**Work to be completed**
Copy, exactly and without additions, every line in the records below from the one holding "it('fails with a" through the one holding "const v = process.env[name];", both ends included.

**Data records**
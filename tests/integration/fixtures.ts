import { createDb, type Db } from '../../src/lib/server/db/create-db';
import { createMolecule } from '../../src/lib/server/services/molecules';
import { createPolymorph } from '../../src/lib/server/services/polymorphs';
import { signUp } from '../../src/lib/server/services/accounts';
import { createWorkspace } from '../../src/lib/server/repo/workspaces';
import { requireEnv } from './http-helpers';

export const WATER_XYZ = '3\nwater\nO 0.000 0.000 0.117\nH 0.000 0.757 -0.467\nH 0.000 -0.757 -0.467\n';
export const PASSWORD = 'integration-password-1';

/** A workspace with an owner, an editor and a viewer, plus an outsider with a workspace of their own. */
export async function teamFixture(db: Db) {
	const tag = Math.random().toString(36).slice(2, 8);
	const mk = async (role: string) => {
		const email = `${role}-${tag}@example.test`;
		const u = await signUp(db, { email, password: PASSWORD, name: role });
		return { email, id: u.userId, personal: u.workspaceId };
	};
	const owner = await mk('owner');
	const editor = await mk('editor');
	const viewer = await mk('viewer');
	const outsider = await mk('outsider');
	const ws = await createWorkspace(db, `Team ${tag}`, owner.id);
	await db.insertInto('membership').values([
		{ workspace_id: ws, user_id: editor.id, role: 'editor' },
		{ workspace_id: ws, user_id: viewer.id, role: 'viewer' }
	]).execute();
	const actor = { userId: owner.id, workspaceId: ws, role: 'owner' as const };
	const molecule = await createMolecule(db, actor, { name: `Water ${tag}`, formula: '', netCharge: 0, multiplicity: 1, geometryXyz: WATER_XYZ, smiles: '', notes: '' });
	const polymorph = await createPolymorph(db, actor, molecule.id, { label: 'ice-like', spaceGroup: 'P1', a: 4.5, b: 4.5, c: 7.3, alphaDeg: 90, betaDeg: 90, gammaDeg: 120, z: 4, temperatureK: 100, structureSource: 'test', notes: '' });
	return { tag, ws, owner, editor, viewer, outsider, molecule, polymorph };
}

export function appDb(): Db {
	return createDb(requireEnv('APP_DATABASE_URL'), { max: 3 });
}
==
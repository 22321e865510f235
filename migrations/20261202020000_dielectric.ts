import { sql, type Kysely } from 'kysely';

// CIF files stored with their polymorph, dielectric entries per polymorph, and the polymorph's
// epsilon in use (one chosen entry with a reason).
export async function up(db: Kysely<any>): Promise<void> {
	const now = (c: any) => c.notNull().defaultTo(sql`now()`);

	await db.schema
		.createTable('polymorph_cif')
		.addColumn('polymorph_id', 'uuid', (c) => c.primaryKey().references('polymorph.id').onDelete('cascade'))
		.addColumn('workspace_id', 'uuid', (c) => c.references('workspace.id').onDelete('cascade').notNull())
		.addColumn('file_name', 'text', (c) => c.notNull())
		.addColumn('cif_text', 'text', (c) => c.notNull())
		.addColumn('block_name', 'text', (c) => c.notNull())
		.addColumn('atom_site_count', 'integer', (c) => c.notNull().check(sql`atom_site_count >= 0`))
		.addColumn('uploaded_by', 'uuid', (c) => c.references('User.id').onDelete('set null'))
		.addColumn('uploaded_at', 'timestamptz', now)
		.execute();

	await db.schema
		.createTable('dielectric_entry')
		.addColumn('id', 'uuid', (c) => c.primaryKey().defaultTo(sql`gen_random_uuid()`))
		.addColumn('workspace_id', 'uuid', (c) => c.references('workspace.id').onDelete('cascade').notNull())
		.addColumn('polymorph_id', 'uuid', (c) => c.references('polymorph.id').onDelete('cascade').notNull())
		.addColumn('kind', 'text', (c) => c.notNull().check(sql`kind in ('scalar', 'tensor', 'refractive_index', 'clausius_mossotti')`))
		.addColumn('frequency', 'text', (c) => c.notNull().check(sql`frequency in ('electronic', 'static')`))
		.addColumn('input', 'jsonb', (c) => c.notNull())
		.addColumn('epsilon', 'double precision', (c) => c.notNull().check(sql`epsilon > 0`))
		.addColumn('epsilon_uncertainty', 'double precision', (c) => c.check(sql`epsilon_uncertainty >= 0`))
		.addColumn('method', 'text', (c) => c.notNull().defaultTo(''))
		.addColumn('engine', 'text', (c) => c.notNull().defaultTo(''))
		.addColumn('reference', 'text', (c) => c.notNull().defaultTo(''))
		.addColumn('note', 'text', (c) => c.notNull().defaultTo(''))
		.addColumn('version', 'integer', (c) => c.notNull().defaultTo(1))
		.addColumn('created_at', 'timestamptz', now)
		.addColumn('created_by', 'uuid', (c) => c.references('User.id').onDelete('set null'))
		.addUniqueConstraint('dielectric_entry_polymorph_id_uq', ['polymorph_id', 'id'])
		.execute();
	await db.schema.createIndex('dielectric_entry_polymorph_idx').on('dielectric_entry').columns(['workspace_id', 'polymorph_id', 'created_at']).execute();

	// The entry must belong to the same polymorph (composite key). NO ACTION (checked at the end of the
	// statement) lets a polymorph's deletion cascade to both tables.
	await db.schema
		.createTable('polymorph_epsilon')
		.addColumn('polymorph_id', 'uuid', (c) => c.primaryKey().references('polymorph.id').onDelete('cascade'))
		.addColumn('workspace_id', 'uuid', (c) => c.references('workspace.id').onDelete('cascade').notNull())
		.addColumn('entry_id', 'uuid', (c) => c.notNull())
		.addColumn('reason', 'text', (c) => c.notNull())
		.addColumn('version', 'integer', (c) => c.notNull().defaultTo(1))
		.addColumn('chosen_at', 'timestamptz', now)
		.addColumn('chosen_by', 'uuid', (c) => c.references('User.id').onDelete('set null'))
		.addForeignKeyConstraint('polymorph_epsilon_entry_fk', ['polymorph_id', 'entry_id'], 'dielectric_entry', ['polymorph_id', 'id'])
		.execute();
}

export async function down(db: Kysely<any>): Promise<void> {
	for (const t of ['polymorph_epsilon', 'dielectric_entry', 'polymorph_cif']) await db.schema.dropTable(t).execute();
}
---
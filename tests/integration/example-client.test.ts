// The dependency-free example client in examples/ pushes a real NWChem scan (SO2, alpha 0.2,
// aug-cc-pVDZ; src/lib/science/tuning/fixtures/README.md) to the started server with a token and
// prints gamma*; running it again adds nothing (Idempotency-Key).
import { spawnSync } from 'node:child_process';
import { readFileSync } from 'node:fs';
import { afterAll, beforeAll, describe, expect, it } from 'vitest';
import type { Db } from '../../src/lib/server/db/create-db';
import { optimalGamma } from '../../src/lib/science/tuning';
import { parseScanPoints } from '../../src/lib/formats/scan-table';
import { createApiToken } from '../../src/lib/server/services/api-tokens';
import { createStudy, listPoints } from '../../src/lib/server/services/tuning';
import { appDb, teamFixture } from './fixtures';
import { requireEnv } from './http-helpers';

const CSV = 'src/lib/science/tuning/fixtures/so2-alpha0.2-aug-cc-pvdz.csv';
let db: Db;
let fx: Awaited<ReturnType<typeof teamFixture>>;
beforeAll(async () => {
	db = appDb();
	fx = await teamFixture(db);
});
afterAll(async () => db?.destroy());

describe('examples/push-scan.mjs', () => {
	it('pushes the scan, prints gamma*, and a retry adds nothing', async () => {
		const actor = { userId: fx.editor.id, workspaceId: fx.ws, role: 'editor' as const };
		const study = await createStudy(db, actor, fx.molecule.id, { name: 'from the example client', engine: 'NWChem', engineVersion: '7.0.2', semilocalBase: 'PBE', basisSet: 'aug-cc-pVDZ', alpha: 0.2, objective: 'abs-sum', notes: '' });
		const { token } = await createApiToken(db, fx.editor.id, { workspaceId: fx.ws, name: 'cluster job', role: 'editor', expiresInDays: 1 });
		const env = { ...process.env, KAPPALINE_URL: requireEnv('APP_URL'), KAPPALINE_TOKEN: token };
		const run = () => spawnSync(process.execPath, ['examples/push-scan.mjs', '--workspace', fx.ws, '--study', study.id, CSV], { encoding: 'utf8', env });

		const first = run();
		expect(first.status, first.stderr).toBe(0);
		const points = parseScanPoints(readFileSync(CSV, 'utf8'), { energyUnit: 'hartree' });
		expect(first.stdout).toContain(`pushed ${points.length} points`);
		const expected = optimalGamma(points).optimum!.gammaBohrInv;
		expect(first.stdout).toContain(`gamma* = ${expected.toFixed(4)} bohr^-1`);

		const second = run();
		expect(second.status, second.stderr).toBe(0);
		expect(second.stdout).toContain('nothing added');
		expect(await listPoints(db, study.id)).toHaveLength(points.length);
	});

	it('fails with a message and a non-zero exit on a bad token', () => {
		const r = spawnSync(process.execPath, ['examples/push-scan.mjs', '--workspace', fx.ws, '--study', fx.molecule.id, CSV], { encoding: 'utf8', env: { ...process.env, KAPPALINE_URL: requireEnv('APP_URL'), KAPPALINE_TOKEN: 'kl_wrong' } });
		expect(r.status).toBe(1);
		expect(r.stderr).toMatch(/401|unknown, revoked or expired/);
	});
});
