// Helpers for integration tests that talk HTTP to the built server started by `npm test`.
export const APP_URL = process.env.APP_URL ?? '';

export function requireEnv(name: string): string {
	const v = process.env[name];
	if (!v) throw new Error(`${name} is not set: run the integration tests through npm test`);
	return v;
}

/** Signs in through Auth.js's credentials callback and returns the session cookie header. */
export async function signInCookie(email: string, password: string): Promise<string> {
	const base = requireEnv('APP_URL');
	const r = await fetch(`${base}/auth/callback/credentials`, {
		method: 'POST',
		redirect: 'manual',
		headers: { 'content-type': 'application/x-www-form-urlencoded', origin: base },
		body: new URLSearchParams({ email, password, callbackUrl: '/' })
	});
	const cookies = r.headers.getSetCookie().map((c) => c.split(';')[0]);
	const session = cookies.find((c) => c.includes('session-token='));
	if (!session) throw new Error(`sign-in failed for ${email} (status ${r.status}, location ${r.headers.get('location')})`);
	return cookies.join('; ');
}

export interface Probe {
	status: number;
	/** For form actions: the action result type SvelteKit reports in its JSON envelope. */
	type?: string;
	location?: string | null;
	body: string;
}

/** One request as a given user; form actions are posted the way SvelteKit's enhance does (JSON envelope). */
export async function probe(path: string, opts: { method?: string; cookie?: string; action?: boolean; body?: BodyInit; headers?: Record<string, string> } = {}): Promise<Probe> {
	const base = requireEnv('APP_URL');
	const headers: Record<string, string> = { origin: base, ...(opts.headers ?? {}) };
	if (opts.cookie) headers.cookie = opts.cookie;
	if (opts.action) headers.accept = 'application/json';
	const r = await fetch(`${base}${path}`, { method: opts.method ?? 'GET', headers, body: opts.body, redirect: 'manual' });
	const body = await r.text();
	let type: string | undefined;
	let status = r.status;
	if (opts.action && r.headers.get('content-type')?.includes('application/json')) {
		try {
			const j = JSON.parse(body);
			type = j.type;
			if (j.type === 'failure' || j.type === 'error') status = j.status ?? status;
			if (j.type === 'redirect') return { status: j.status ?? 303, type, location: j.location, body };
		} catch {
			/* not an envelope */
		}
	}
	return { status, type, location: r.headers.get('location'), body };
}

**Reply to the exercise**
	it('fails with a message and a non-zero exit on a bad token', () => {
		const r = spawnSync(process.execPath, ['examples/push-scan.mjs', '--workspace', fx.ws, '--study', fx.molecule.id, CSV], { encoding: 'utf8', env: { ...process.env, KAPPALINE_URL: requireEnv('APP_URL'), KAPPALINE_TOKEN: 'kl_wrong' } });
		expect(r.status).toBe(1);
		expect(r.stderr).toMatch(/401|unknown, revoked or expired/);
	});
});
// Helpers for integration tests that talk HTTP to the built server started by `npm test`.
export const APP_URL = process.env.APP_URL ?? '';

export function requireEnv(name: string): string {
	const v = process.env[name];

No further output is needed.